2030 Asian Games bidding results
| City | Nation | Votes | Result |
|---|---|---|---|
| Doha | Qatar | 27 | Doha awarded 2030 Asian Games |
| Riyadh | Saudi Arabia | 10 | Riyadh awarded 2034 Asian Games |
| Abstentions |  | 8 |  |

==Candidate cities==
The candidate cities for the 2030 Asian Games were, in order of drawing lots:
- Doha, Qatar
On 30 September 2019, Qatari capital Doha launched its bid to host the 2030 edition. On 23 April 2020, the OCA confirmed that the Qatar Olympic Committee (QOC) had submitted the bid documents and the letters of support from the Government of Qatar. On 1 September 2020, Doha 2030 unveiled its logo containing the motifs of desert sand dunes, islamic geometric patterns, the Katara Pigeon Towers and the Museum of Islamic Art and the slogan, "Your Gateway". On 3 December 2020, Doha 2030 bid committee organized three virtual workshops and shared its bid plans with OCA member nations. Doha previously hosted the 2006 edition and planned to reuse most of the existing venues that were used for the event should it be awarded the 2030 edition.
- Riyadh, Saudi Arabia
The OCA confirmed on 23 April 2020, that the Saudi Arabian Olympic Committee (SAOC) had submitted the bid documents and the letters of support from the Government of Saudi Arabia to host the Games in Riyadh. On 5 October 2020, Riyadh 2030 unveiled its logo which depicting a map of Saudi Arabia enclosing several sport pictograms and its slogan, “Transforming The Future”. On 14 December 2020, about 95% of Riyadh and 91% of Saudi population supported the city's hosting the 2030 Asian Games bid, according to a survey conducted by local market research and data analysis firm DRC. Unlike Doha, Riyadh had never hosted the event before.

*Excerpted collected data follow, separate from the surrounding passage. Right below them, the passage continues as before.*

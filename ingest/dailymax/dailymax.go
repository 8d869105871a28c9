// Package dailymax reads the daily maximum surface temperatures that the
// afternoon (Holzworth) mixing height may take instead of an afternoon
// sounding's (sondeclim ingest --daily-max).
package dailymax

import (
	"encoding/csv"
	"errors"
	"fmt"
	"io"
	"strconv"
	"strings"
	"time"

	"github.com/sondeclim/sondeclim/ingest"
	"github.com/sondeclim/sondeclim/physics/thermo"
)

// Record is one station's maximum temperature of one local day.
type Record struct {
	StationID string
	Date      time.Time // the local date, midnight UTC
	TmaxK     float64   // K
}

// Read reads daily maximum temperatures from CSV with the
// header line
//
//	station_id,date,tmax_c
//
// and one record per station and day: the station identifier as used by
// the soundings, the local date as YYYY-MM-DD, and the maximum surface
// temperature in °C (converted to K). Blank lines are skipped; an empty
// tmax_c means missing and the record is skipped. A malformed record stops
// reading with an error "line N: reason"; a repeated station and date is
// an error too. Records are returned in file order.
func Read(r io.Reader) ([]Record, error) {
	cr := csv.NewReader(ingest.LineEnds(r)) // a CR of its own ends a line too
	cr.FieldsPerRecord = 3
	cr.TrimLeadingSpace = true
	var out []Record
	seen := map[[2]string]bool{}
	header := true
	for {
		rec, err := cr.Read()
		if errors.Is(err, io.EOF) {
			if header {
				return nil, errors.New("daily maxima: empty input, want header station_id,date,tmax_c")
			}
			return out, nil
		}
		if err != nil {
			return nil, fmt.Errorf("daily maxima: %w", err)
		}
		line, _ := cr.FieldPos(0)
		if header {
			if strings.TrimPrefix(rec[0], "\ufeff") != "station_id" || rec[1] != "date" || rec[2] != "tmax_c" {
				return nil, fmt.Errorf("daily maxima: line %d: header %s, want station_id,date,tmax_c", line, ingest.Quote(strings.Join(rec, ",")))
			}
			header = false
			continue
		}
		if rec[0] == "" {
			return nil, fmt.Errorf("daily maxima: line %d: empty station_id", line)
		}
		d, err := time.Parse("2006-01-02", rec[1])
		if err != nil {
			return nil, fmt.Errorf("daily maxima: line %d: date %s is not YYYY-MM-DD", line, ingest.Quote(rec[1]))
		}
		if strings.TrimSpace(rec[2]) == "" {
			continue
		}
		tc, err := strconv.ParseFloat(strings.TrimSpace(rec[2]), 64)
		if err != nil || !(tc > -100 && tc < 70) {
			return nil, fmt.Errorf("daily maxima: line %d: tmax_c %s is not a temperature in °C", line, ingest.Quote(rec[2]))
		}
		k := [2]string{rec[0], rec[1]}
		if seen[k] {
			return nil, fmt.Errorf("daily maxima: line %d: repeated station %s and date %s", line, rec[0], rec[1])
		}
		seen[k] = true
		out = append(out, Record{StationID: rec[0], Date: d, TmaxK: tc + thermo.ZeroCelsiusK})
	}
}
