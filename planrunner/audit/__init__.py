"""The audit trail of a run: the hash-chained decision log, provenance facts and plan locks.

* :mod:`planrunner.audit.log` writes and verifies ``decisions.jsonl``
  (:class:`DecisionLog`, :func:`verify_log`).
* :mod:`planrunner.audit.provenance` gathers the start record's facts (software, operator,
  git, whether the plan predates the data).
* :mod:`planrunner.audit.lockfile` writes and checks ``<plan>.lock.json``.

Only the standard library is imported here, so ``planrunner verify`` starts fast.
"""

from __future__ import annotations

from .lockfile import Lock, LockStatus, LockWrite, compare_lock, lock_path, read_lock, write_lock
from .log import (
    GENESIS,
    AuditError,
    Decision,
    DecisionLog,
    Problem,
    VerifyReport,
    canonical_json,
    sha256_hex,
    verify_log,
)
from .provenance import start_facts

__all__ = sorted(
    [
        "GENESIS",
        "AuditError",
        "Decision",
        "DecisionLog",
        "Lock",
        "LockStatus",
        "LockWrite",
        "Problem",
        "VerifyReport",
        "canonical_json",
        "compare_lock",
        "lock_path",
        "read_lock",
        "sha256_hex",
        "start_facts",
        "verify_log",
        "write_lock",
    ]
)
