def _build_rows(endpoint: Mapping[str, Any], decisions: Sequence[Mapping[str, Any]],
                settings: Mapping[str, Any]) -> tuple[list[_Row], list[Mapping[str, Any]]]:
    """The plan's rows with the endpoint's records assigned; returns the rows and the records
    no planned box took."""
    r = _words()
    rows: list[_Row] = []
    left: list[Mapping[str, Any]] = []
    t_set = settings.get("transform") if isinstance(settings.get("transform"), Mapping) else {}
    v_set = settings.get("variance_check") if isinstance(settings.get("variance_check"),
                                                         Mapping) else {}
    n_set = settings.get("normality_check") if isinstance(settings.get("normality_check"),
                                                          Mapping) else {}
    c_set = settings.get("comparisons") if isinstance(settings.get("comparisons"),
                                                      Mapping) else {}
    o_set = settings.get("outliers") if isinstance(settings.get("outliers"), Mapping) else {}
    policy = str(t_set.get("policy") or "none")
    v_gate = v_set.get("method") not in (None, "none") and v_set.get("role") == "gate"
    n_method = n_set.get("method")
    n_rule = n_set.get("if_not_normal")
    n_gate = n_method not in (None, "none") and n_set.get("role") == "gate"
    rule = str(settings.get("when_variances_differ") or "welch")
    omnibus = str(settings.get("omnibus") or "")

    # 1. unusual values
    outl = _Row("outliers", "Unusual values", "outliers")
    if o_set.get("rule") in (None, "none"):
        outl.add("not_screened", "not screened", "every value analysed")
    else:
        limit = r.fmt_num(_num(o_set.get("threshold")), 3)
        action = str(o_set.get("action") or "flag")
        outl.add("none_found", f"none beyond ±{limit}", "studentized residuals")
        outl.add("found", f"beyond ±{limit}: {'remove' if action == 'remove' else 'flag'}",
                 "studentized residuals")
    rows.append(outl)

    # 2. usable data
    desc = _Row("describe", "Data usable", "data.min_n")
    desc.add("usable", "every group usable", "enough values, some spread")
    degenerate = str(settings.get("degenerate_groups") or "halt")
    desc.add("degenerate", "degenerate group", "halt" if degenerate == "halt"
             else "reject the data")
    rows.append(desc)

    # 3. the scale (with the checks made on each scale)
    ladder = [str(x) for x in t_set.get("ladder") or []] if policy == "ladder" else []
    identity_first = policy == "none" or (ladder[:1] == ["identity"])
    original = None
    if not identity_first:
        original = _Row("original_checks", "Checks, original scale", "variance_check")
        original.add("reported", "checks reported only", "the plan's gates act later")
        rows.append(original)
    scale = _Row("scale", "Scale of analysis", "transform")
    if policy == "none":
        scale.add("identity", "as measured", "no transformation planned")
    elif policy == "fixed":
        name = str(t_set.get("transform") or "")
        scale.add(name, r.short_label(name), "fixed by the plan")
    elif policy == "ladder":
        for q, name in enumerate(ladder):
            scale.add(name, f"{q + 1}. {r.short_label(name)}", "rung of the ladder")
    elif policy == "box_cox":
        snaps = [v for v in (_num(x) for x in t_set.get("snap_values") or []) if v is not None]
        if t_set.get("rounding") == "snap":
            for v in snaps:
                name = _LOG_NAMES.get(v)
                scale.add(f"lambda:{v!r}", _lambda_name(v),
                          f"listed: {name}" if name else "listed power")
        scale.add("estimate", "λ as estimated", "if none listed inside"
                  if t_set.get("rounding") == "snap" else "the plan does not snap")
    rows.append(scale)

    # 4. the rule when variances still differ
    fallback = None
    if v_gate:
        fallback = _Row("fallback", "Variances still differ?", "when_variances_differ")
        fallback.add("pass", "no: keep the planned test", "the gates passed")
        fallback.add("rule", "yes: " + {"welch": "Welch's ANOVA",
                                         "kruskal_wallis": "Kruskal-Wallis",
                                         "halt": "halt"}.get(rule, r.outcome_words(rule)),
                     "on the plan's first scale")
        rows.append(fallback)

    # 5. checks on the analysis scale
    final = None
    if n_method not in (None, "none") and not (n_gate and n_rule == "transform"):
        final = _Row("final_checks", "Checks, analysis scale", "normality_check")
        if n_gate:
            final.add("passed", "residuals look normal", "go on")
            final.add("failed", "not normal: " + ("Kruskal-Wallis" if n_rule == "kruskal_wallis"
                                                  else "halt"), "normality_check.if_not_normal")
        else:
            final.add("reported", f"{r.short_label(n_method)}: reported only",
                      "does not change the path")
        rows.append(final)
    elif v_set.get("method") not in (None, "none") and v_set.get("role") == "describe":
        final = _Row("final_checks", "Checks, analysis scale", "variance_check")
        final.add("reported", "checks reported only", "do not change the path")
        rows.append(final)

    # 6. what is compared (a change of scale or hypothesis is a decision of its own)
    compared = _Row("compared", "What is compared", "compare")
    compared.add("compared", r.COMPARED_LABELS.get(str(settings.get("compare")),
                                                   r.outcome_words(settings.get("compare"))),
                 "as planned")

    # 7. the overall test
    test = _Row("omnibus", "Overall test", "omnibus")
    reachable = {omnibus}
    if v_gate and rule in ("welch", "kruskal_wallis"):
        reachable.add(rule)
    if n_gate and n_rule == "kruskal_wallis":
        reachable.add("kruskal_wallis")
    for name in [omnibus] + [x for x in _TEST_ORDER if x in reachable and x != omnibus]:
        if name:
            test.add(name, r.short_label(name), "planned" if name == omnibus else "if redirected")

    # 8. follow-ups
    follow = _Row("follow_ups", "Follow-up comparisons", "comparisons")
    method = str(c_set.get("method") or "none")
    if method == "none":
        follow.add("none_planned", "none planned", "")
    else:
        follow.add("performed", f"made: {r.short_label(method)}", "simultaneous intervals")
        follow.add("skipped", "not made", "only after a significant test"
                   if c_set.get("only_after_significant_omnibus") else "the test was a rank test")

    # 9. conclusion
    conclude = _Row("conclude", "Conclusion", "alpha")
    conclude.add("difference_shown", "difference shown", "")
    conclude.add("no_difference_shown", "no difference shown", "")

    # beside the path
    sens = _Row("sensitivity", "Beside the path", "sensitivity", side=True)
    across = _Row("across_endpoints", "Across endpoints", "hypotheses.across_endpoints",
                  side=True)

    # -- assign the records ----------------------------------------------------------------
    current: _Option | None = scale.options[0] if identity_first and scale.options else None
    for rec in decisions:
        stage, outcome, m = rec.get("stage"), str(rec.get("outcome")), rec.get("method")
        target: _Option | None = None
        if stage == "outliers":
            target = outl.get("not_screened" if outcome == "not_screened" else
                              ("none_found" if outcome == "none_found" else "found"))
        elif stage == "describe":
            target = desc.get("usable" if outcome == "usable" else "degenerate")
        elif stage == "check_assumptions":
            if identity_first and scale.options:
                target = scale.options[0]
            elif original is not None:
                target = original.options[0]
        elif stage == "transform":
            if outcome in ("applied", "outside_domain", "shift_added") and m is not None:
                target = scale.get(str(m))
                if outcome != "shift_added" and target is not None:
                    current = target
            elif outcome in ("snapped", "estimate_used"):
                lam = _num(rec.get("threshold"))
                target = scale.get(f"lambda:{lam!r}") if outcome == "snapped" else None
                if target is None:
                    target = scale.get("estimate")
                    if target is not None and lam is not None:
                        target.title = _lambda_name(lam)
                current = target
            elif outcome == "exhausted" and fallback is not None:
                target = fallback.get("rule")
            elif outcome in ("passed", "failed", "not_computable"):
                target = current
            elif outcome == "none":
                target = scale.options[0] if scale.options else None
        elif stage == "when_variances_differ" and fallback is not None:
            target = fallback.get("rule") if outcome == rule else None
        elif stage == "final_checks" and final is not None:
            if final.get("reported") is not None:
                target = final.get("reported")
            elif _is_describe(rec):
                target = None
            elif outcome == "passed":
                target = final.get("passed")
            else:
                target = final.get("failed")
        elif stage == "omnibus":
            if outcome in ("scale_changed", "hypothesis_changed"):
                target = compared.options[0]
                action = r.outcome_words(rec.get("action"))
                target.title = action[8:] if action.startswith("compare ") else action
                target.detail = r.outcome_words(outcome)
            else:
                target = test.get(str(m))
        elif stage == "follow_ups":
            target = follow.get(outcome)
        elif stage == "conclude":
            target = conclude.get(outcome)
        elif stage == "sensitivity":
            target = sens.add(f"s{rec.get('seq')}", _sensitivity_name(endpoint, rec), "")
        elif stage == "across_endpoints":
            target = across.add(f"a{rec.get('seq')}", r.label(m), "")
        if target is None:
            left.append(rec)
        else:
            target.own(rec)

    if compared.records:
        rows.append(compared)
    rows += [test]
    if method != "none" or follow.records:
        rows.append(follow)
    rows.append(conclude)
    rows += [row for row in (sens, across) if row.options]

    # records no planned box took: a box of their own in their step's row (or a new row)
    by_key = {row.key: row for row in rows}
    stage_row = {"outliers": "outliers", "describe": "describe",
                 "check_assumptions": "original_checks" if original else "scale",
                 "transform": "scale", "when_variances_differ": "fallback",
                 "final_checks": "final_checks", "omnibus": "omnibus",
                 "follow_ups": "follow_ups", "conclude": "conclude"}
    for rec in left:
        key = stage_row.get(str(rec.get("stage")))
        row = by_key.get(key) if key else None
        if row is None:
            row = _Row(f"other-{rec.get('stage')}", r.stage_label(rec.get("stage")),
                       str(rec.get("plan_ref") or ""))
            rows.insert(len(rows) - sum(1 for x in rows if x.side), row)
            by_key[row.key] = row
        title = r.short_label(rec.get("method")) if rec.get("method") else \
            r.outcome_words(rec.get("outcome"))
        row.add(f"x{rec.get('seq')}", title, "").own(rec)
    return rows, left
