def plan_predates_data(
    plan_path: str | os.PathLike[str], data_path: str | os.PathLike[str]
) -> Precedence:
    """Compare when the plan took its present form with when the data file first appeared.

    The plan's date is the commit that last changed it (its first commit is reported too: a
    plan first committed before the data but edited afterwards does *not* predate the data as
    run). The data's date is the commit that first added the data file, following renames, or,
    for a data file git does not track, its modification time. A plan that is not committed,
    or has uncommitted changes, gives ``unknown``. Never raises.
    """
    plan = git_info(plan_path)
    if not plan.git_available:
        return Precedence(answer="unknown", reason=(
            "git is not available here, so nothing shows when the plan was written."))
    if not plan.in_repository or not plan.tracked or plan.last_commit_date is None:
        return Precedence(answer="unknown", reason=(
            "The plan is not committed to a git repository, so nothing shows when it was "
            "written. Commit the plan (and lock it) before the data arrive."))
    if plan.uncommitted_changes:
        return Precedence(answer="unknown", reason=(
            "The plan has changes that are not committed, so the version being run has no "
            "date git can show."), plan_first_commit=plan.first_commit,
            plan_first_date=plan.first_commit_date, plan_fixed_commit=plan.last_commit,
            plan_fixed_date=plan.last_commit_date)
    facts = dict(plan_first_commit=plan.first_commit, plan_first_date=plan.first_commit_date,
                 plan_fixed_commit=plan.last_commit, plan_fixed_date=plan.last_commit_date)

    data = git_info(data_path, follow_renames=True)
    if data.tracked and data.first_commit_date is not None:
        evidence, data_commit, data_date = "git", data.first_commit, data.first_commit_date
        data_phrase = (
            f"the data file was first committed (commit {_short(data_commit)}, {data_date})"
        )
    else:
        try:
            mtime = os.stat(data_path).st_mtime
        except OSError:
            return Precedence(answer="unknown", reason=(
                "The data file cannot be found, so its age cannot be compared with the plan's."),
                **facts)
        evidence, data_commit = "mtime", None
        data_date = _iso_utc(datetime.fromtimestamp(mtime, timezone.utc))
        data_phrase = f"the data file was last modified ({data_date})"
    facts.update(data_evidence=evidence, data_commit=data_commit, data_date=data_date)
    caveat = _CAVEAT_GIT if evidence == "git" else _CAVEAT_MTIME

    fixed = _parse_utc(plan.last_commit_date)
    first = _parse_utc(plan.first_commit_date) if plan.first_commit_date else fixed
    seen = _parse_utc(data_date)
    fixed_phrase = f"commit {_short(plan.last_commit)} on {plan.last_commit_date}"
    if evidence == "git" and data_commit == plan.last_commit:
        return Precedence(answer="unknown", reason=(
            f"The plan and the data file were committed together ({fixed_phrase}), so git "
            "cannot show which came first."), **facts)
    if fixed < seen:
        return Precedence(answer="yes", reason=(
            f"The plan took its present form in {fixed_phrase}, before {data_phrase}."
            + caveat), **facts)
    if fixed == seen:
        return Precedence(answer="unknown", reason=(
            f"The plan took its present form in {fixed_phrase}, at the same second as "
            f"{data_phrase}, so the order cannot be told."), **facts)
    if first < seen:
        return Precedence(answer="no", reason=(
            f"The plan was first committed on {plan.first_commit_date}, before {data_phrase}, "
            f"but it was changed afterwards (last in {fixed_phrase}); the plan as run does not "
            "predate the data."), **facts)
    return Precedence(answer="no", reason=(
        f"{data_phrase[0].upper()}{data_phrase[1:]} before the plan took its present form in "
        f"{fixed_phrase}; the plan as run does not predate the data."), **facts)


def _short(commit: str | None) -> str:
    return commit[:12] if commit else "?"


# --------------------------------------------------------------------------- all together


def start_facts(
    plan_path: str | os.PathLike[str],
    data_path: str | os.PathLike[str],
    *,
    operator: str | None = None,
    argv: Sequence[str] | None = None,
) -> dict[str, Any]:
    """Gather everything the start record needs except the plan's canonical fingerprint.

    The keys match :meth:`planrunner.audit.log.DecisionLog.start`::

        log.start(plan_sha256=fingerprint, plan_id=plan.id, lock=status.as_record(),
                  **start_facts(plan_path, data_path, operator=cli_operator))

    ``operator`` is the ``--operator`` value (None if not given); ``argv`` defaults to
    ``sys.argv``. OS errors reading the two files propagate.
    """
    plan_git, data_git = git_info(plan_path), git_info(data_path, follow_renames=True)
    return {
        "plan_file": os.fspath(plan_path),
        "plan_raw_sha256": file_sha256(plan_path),
        "data_file": os.fspath(data_path),
        "data_sha256": file_sha256(data_path),
        "time_utc": utc_now(),
        "operator": operator_name(operator).as_record(),
        "command": command_line(argv),
        "software": software_versions(),
        "numeric_build": numeric_build_info(),
        "git": {"plan": plan_git.as_record(), "data": data_git.as_record()},
        "plan_before_data": plan_predates_data(plan_path, data_path).as_record(),
    }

==Previously interested in bidding==
The following cities interested in bidding for the sporting event, but did not submit by the deadline.

- Chungcheong Megacity, South Korea
In February 2019, regional governments including Daejeon, Sejong, North Chungcheong and South Chungcheong teamed up to jointly bid for the Games in hope that the international sports competition would foster the regional economic growth.

- India
Around the same time the Indian Olympic Association confirmed their intentions in bidding for the 141st IOC Session, the 2026 Summer Youth Olympics, and the 2032 Summer Olympics, the committee also confirmed plans to bid for the 2030 Asian Games. On 24 April 2020, IOA President Narendra Batra announced that the IOA could not submit its bid because of the COVID-19 pandemic and consequently, were unable to secure government guarantees in time.

- Philippines
The Philippine Olympic Committee confirmed that they were in the discussion stage of bidding for the 2030 Asian Games during their preparation for 2019 Southeast Asian Games, which would be held in Clark, Metro Manila and Subic, considered as a stepping stone for its possible bid. The vice president of the Olympic Council of Asia also recommended that the Philippines bid for the Games.

- TPE Taipei, Chinese Taipei
The Mayor of Taipei, Ko Wen-je, had announced that the Taipei City Government planned a bid to host the games.

- Tashkent and Samarkand, Uzbekistan
During OCA President Sheikh Ahmed Al-Fahad Al-Ahmed Al-Sabah's visit to Uzbekistan in February 2019, the National Olympic Committee of the Republic of Uzbekistan declared that the parties discussed the possibility of holding the Games in two cities in Uzbekistan, Tashkent and Samarkand.